This isn’t the first time a major sitcom has rebooted with a bleak twist—Two and a Half Men killed off Charlie Sheen’s character in 2011 after his public meltdown, and the subsequent media circus was enough to boost the show’s ratings, at least temporarily. The Conners, too, will have its rebranding gimmick to help draw people in at first. If the spinoff gets anything close to the viewership of Roseanne, ABC should be happy.
The network and Barr have both described the decision to reboot the show in more altruistic terms. “I agreed to the settlement in order that 200 jobs of beloved cast and crew could be saved, and I wish the best for everyone involved,” Barr said in a statement. The Roseanne executive producer Dave Caplan earlier noted that the surprise cancellation had caught staffers off guard: “The writers did pass on other jobs to take this job,” he said. Another executive producer, Tom Werner, said of the settlement, “We are grateful to have reached this agreement to keep our team working as we continue to explore stories of the Conner family.” But saving jobs wasn’t the only reason for the creation of The Conners. ABC, like other networks, cancels shows all the time, putting writers, actors, and crew members out of work. In this case, ABC has a lot riding on re-creating, in some form, the success of its Roseanne revival.
With The Conners, the network appears to be making an easy if calculated bet on the notion that most of Roseanne’s viewers didn’t tune in specifically because of the show’s political dimensions. “The Conners’ stories demonstrate that families can always find common ground through conversation, laughter, and love,” ABC said in a statement. “The spinoff will continue to portray contemporary issues that are as relevant today as they were 30 years ago.” ABC may be banking on the idea that viewers just wanted a family sitcom, one that harkened to the earlier days of network TV’s dominance, where lessons were learned, laugh tracks were chuckled along to, and generational differences were the butt of every other joke.
Yes, the revived Roseanne talked about life in Trump’s America, made hay on the political disagreements between Barr’s character (who embraced the president as a job-providing populist) and her more liberal kids and sister.
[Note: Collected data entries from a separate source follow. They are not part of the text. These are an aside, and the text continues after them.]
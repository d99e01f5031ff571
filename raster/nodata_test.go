package raster

import (
	"math"
	"path/filepath"
	"testing"
)

// TestNaNNoData: a float band whose declared nodata is NaN records NaN and
// reads NaN pixels as invalid, alone, through an override, and warped onto
// another grid. Which pixels are NaN is known by construction.
func TestNaNNoData(t *testing.T) {
	dir := t.TempDir()
	nan := math.NaN()
	r := defaultRaster()
	r.w, r.h, r.bands = 6, 4, 1
	r.nodata = &nan
	r.values = func(x, y, _ int) float64 {
		if x == 2 {
			return nan
		}
		return float64(10*y + x)
	}
	path := r.write(t, filepath.Join(dir, "nan.tif"))
	plain := r
	plain.nodata = nil
	noDecl := plain.write(t, filepath.Join(dir, "plain.tif"))
	// The same ground at half the pixel size: column 2 of the coarse grid
	// covers fine columns 4 and 5.
	fine := r
	fine.w, fine.h = 12, 8
	fine.gt[1], fine.gt[5] = 5, -5
	fine.values = func(x, y, _ int) float64 { return r.values(x/2, y/2, 0) }
	finePath := fine.write(t, filepath.Join(dir, "fine.tif"))
	nd, _ := ParseNoData("NaN")

	tests := []struct {
		name  string
		paths []string
		opts  []Option
	}{
		{"declared", []string{path}, nil},
		{"override", []string{noDecl}, []Option{NoData(nd)}},
		{"warped", []string{path, finePath}, []Option{AlignStack("average")}},
	}
	for _, tc := range tests {
		s, err := Open(tc.paths, tc.opts...)
		if err != nil {
			t.Fatal(err)
		}
		for _, b := range s.Bands {
			if b.NoData == nil || !math.IsNaN(*b.NoData) {
				t.Errorf("%s: band %s nodata %v, want NaN", tc.name, b.Name, b.NoData)
			}
		}
		got, valid, n := readAll(t, s)
		p := s.Len()
		for i := range valid {
			x, y := i%r.w, i/r.w
			if valid[i] != (x != 2) {
				t.Errorf("%s: pixel (%d,%d) valid=%v", tc.name, x, y, valid[i])
			}
			for b := range p {
				if valid[i] && got[i*p+b] != float64(10*y+x) {
					t.Errorf("%s: pixel (%d,%d) band %d = %v, want %v", tc.name, x, y, b+1, got[i*p+b], 10*y+x)
				}
			}
		}
		if n != r.w*r.h-r.h {
			t.Errorf("%s: %d valid pixels, want %d", tc.name, n, r.w*r.h-r.h)
		}
		s.Close()
	}
}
But those clashes always existed as part of the more classic, fraught-but-loving home dynamics of the original show. Barr’s loud public support of Trump put the show in the headlines as yet another symbol of the nation’s political divides, but the ultimate point of the Roseanne revival was union: Its characters all loved each other despite their many ideological differences.
The show was, of course, a heightened fantasy. Roseanne Conner was quite a few steps removed from the actress who posted racist invective on her Twitter feed (behavior Barr is now apologizing for without fully admitting fault). Perhaps ABC hopes The Conners will have a better shot at claiming some political middle ground, a notion that can feel especially imaginary today. If so, it should help that the spinoff won’t have to deal with a namesake who was known for expressing extreme beliefs off camera—something many viewers, including fans of the original show, found hard to overlook.